● **EXERCISE DIRECTIONS**: Below are entries; output exactly the lines from the one with "expect(row!.erasedAt).not.toBeNull();" to the one with "expect((await Site.findByPk(site.id))!.hostUserId).toBeNull();", both included, and nothing else.

##### THE INPUT #####

import request from 'supertest';
import { QueryTypes } from 'sequelize';
import { describe, expect, it } from 'vitest';
import { Outage, Site, User } from '../../server/models';
import { buildUser, call, PASSWORD, signIn, unique, useApi } from '../helpers/api';
import { buildNeighbourhood, buildNode, buildSite } from '../helpers/factories';

describe('export and erasure of a person’s data', () => {
  const ctx = useApi();
  const admin = async () => signIn(ctx, await buildUser({ role: 'admin' }));

  /** An operator who hosts a site, acknowledged an outage, changed a site and set a phone number. */
  async function scene() {
    const name = unique('Morwenna');
    const digits = String(Math.floor(Math.random() * 1e8)).padStart(8, '0');
    const person = await buildUser({ role: 'operator', name, phone: `+00 ${digits}1` });
    const hood = await buildNeighbourhood({ operators: [person] });
    const site = await buildSite({ neighbourhoodId: hood.id, hostUserId: person.id, name: 'Ropewalk Loft' });
    const node = await buildNode({ siteId: site.id });
    const outage = await Outage.create({
      nodeId: node.id,
      startedAt: new Date('2026-05-01T10:00:00Z'),
      endedAt: new Date('2026-05-01T11:00:00Z'),
      acknowledgedAt: new Date('2026-05-01T10:05:00Z'),
      acknowledgedBy: person.id,
    } as never);
    const agent = await signIn(ctx, person);
    expect((await call(agent, 'patch', `/api/v1/sites/${site.id}`, { accessNotes: 'Key with the harbourmaster' })).status).toBe(200);
    expect((await call(agent, 'patch', '/api/v1/me', { name: `${name}-Hale`, phone: `+00 ${digits}2` })).status).toBe(200);
    return { person, name, digits, hood, site, node, outage, agent };
  }

  describe('who may', () => {
    it.each([
      ['get', 'export'],
      ['post', 'erase'],
    ] as const)('%s /users/:id/%s: 401 signed out, 403 for operators and hosts, 404 for no one, 400 for a bad id', async (method, what) => {
      const person = await buildUser();
      expect((await call(request(ctx.app), method, `/api/v1/users/${person.id}/${what}`)).status).toBe(401);
      for (const role of ['operator', 'host'] as const) {
        const res = await call(await signIn(ctx, await buildUser({ role })), method, `/api/v1/users/${person.id}/${what}`);
        expect(res.status).toBe(403);
        expect(res.body.error.message).toBe('Only admins export or erase a person’s data.');
      }
      const agent = await admin();
      expect((await call(agent, method, `/api/v1/users/999999/${what}`)).status).toBe(404);
      expect((await call(agent, method, `/api/v1/users/abc/${what}`)).status).toBe(400);
    });

    it('an admin cannot erase themself (403)', async () => {
      const me = await buildUser({ role: 'admin' });
      const res = await call(await signIn(ctx, me), 'post', `/api/v1/users/${me.id}/erase`);
      expect(res.status).toBe(403);
      expect(res.body.error.message).toBe('You cannot erase your own account; ask another admin.');
    });
  });

  it('export holds everything about the person, and never the password hash', async () => {
    const { person, name, site, outage } = await scene();
    const res = await (await admin()).get(`/api/v1/users/${person.id}/export`);
    expect(res.status).toBe(200);
    expect(res.headers['content-disposition']).toBe(`attachment; filename="parapet-person-${person.id}.json"`);
    const d = res.body.data;
    expect(d.person).toMatchObject({ id: person.id, email: person.email, name: `${name}-Hale`, phone: expect.stringMatching(/2$/), role: 'operator' });
    expect(d.hostedSites).toEqual([expect.objectContaining({ id: site.id, name: 'Ropewalk Loft', accessNotes: 'Key with the harbourmaster' })]);
    expect(d.operatorOf).toHaveLength(1);
    expect(d.outagesAcknowledged.map((o: { id: number }) => o.id)).toEqual([outage.id]);
    expect(d.changesMade.map((c: { table: string }) => c.table).sort()).toEqual(['sites', 'users']);
    expect(d.changesToTheirAccount.length).toBeGreaterThan(0);
    expect(res.text).not.toMatch(/argon2|passwordHash|password_hash/);
  });

  it('erasure anonymises the person and keeps the network’s records', async () => {
    const { person, name, digits, site, outage, agent } = await scene();
    const adminAgent = await admin();
    const res = await call(adminAgent, 'post', `/api/v1/users/${person.id}/erase`);
    expect(res.status).toBe(200);
    expect(res.body.data).toMatchObject({
      id: person.id,
      name: `Former member #${person.id}`,
      email: `erased-${person.id}@erased.invalid`,
      phone: null,
      active: false,
      erased: true,
    });

    const row = await User.findByPk(person.id);
    expect(row!.passwordHash).toBeNull();
    expect(row!.erasedAt).not.toBeNull();
    // Their session ends, and they cannot sign in with either address.
    expect((await agent.get('/api/v1/me')).status).toBe(401);
    expect((await request(ctx.app).post('/api/v1/session').send({ email: person.email, password: PASSWORD })).status).toBe(401);

    // The site stays, without its host.
    expect((await Site.findByPk(site.id))!.hostUserId).toBeNull();
    // The outage keeps its acknowledgement; the name shown is the anonymised one.
    const o = await call(adminAgent, 'get', `/api/v1/outages/${outage.id}`);
    expect(o.body.data.acknowledgedAt).toBe('2026-05-01T10:05:00.000Z');
    expect(o.body.data.acknowledgedBy).toEqual({ id: person.id, name: `Former member #${person.id}` });
    // The audit trail keeps the change, signed by the anonymised actor.
    const trail = await call(adminAgent, 'get', `/api/v1/history?table=sites&recordId=${site.id}`);
    const byThem = trail.body.data.find((e: { after: Record<string, unknown> | null }) => e.after?.accessNotes === 'Key with the harbourmaster');
    expect(byThem.changedBy).toEqual({ id: person.id, name: `Former member #${person.id}` });
    // No old name, address or phone is left anywhere in the history.
    const leftovers = await ctx.sequelize.query(`SELECT id FROM change_history WHERE concat(before::text, after::text) LIKE ANY($1::text[])`, {
      bind: [[`%${name}%`, `%${person.email}%`, `%${digits}%`]],
      type: QueryTypes.SELECT,
    });
    expect(leftovers).toEqual([]);

    const twice = await call(adminAgent, 'post', `/api/v1/users/${person.id}/erase`);
    expect(twice.status).toBe(409);
    expect(twice.body.error.code).toBe('already_erased');
  });
});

#####

● **TASK OUTPUT**:
    expect(row!.erasedAt).not.toBeNull();
    // Their session ends, and they cannot sign in with either address.
    expect((await agent.get('/api/v1/me')).status).toBe(401);
    expect((await request(ctx.app).post('/api/v1/session').send({ email: person.email, password: PASSWORD })).status).toBe(401);

    // The site stays, without its host.
    expect((await Site.findByPk(site.id))!.hostUserId).toBeNull();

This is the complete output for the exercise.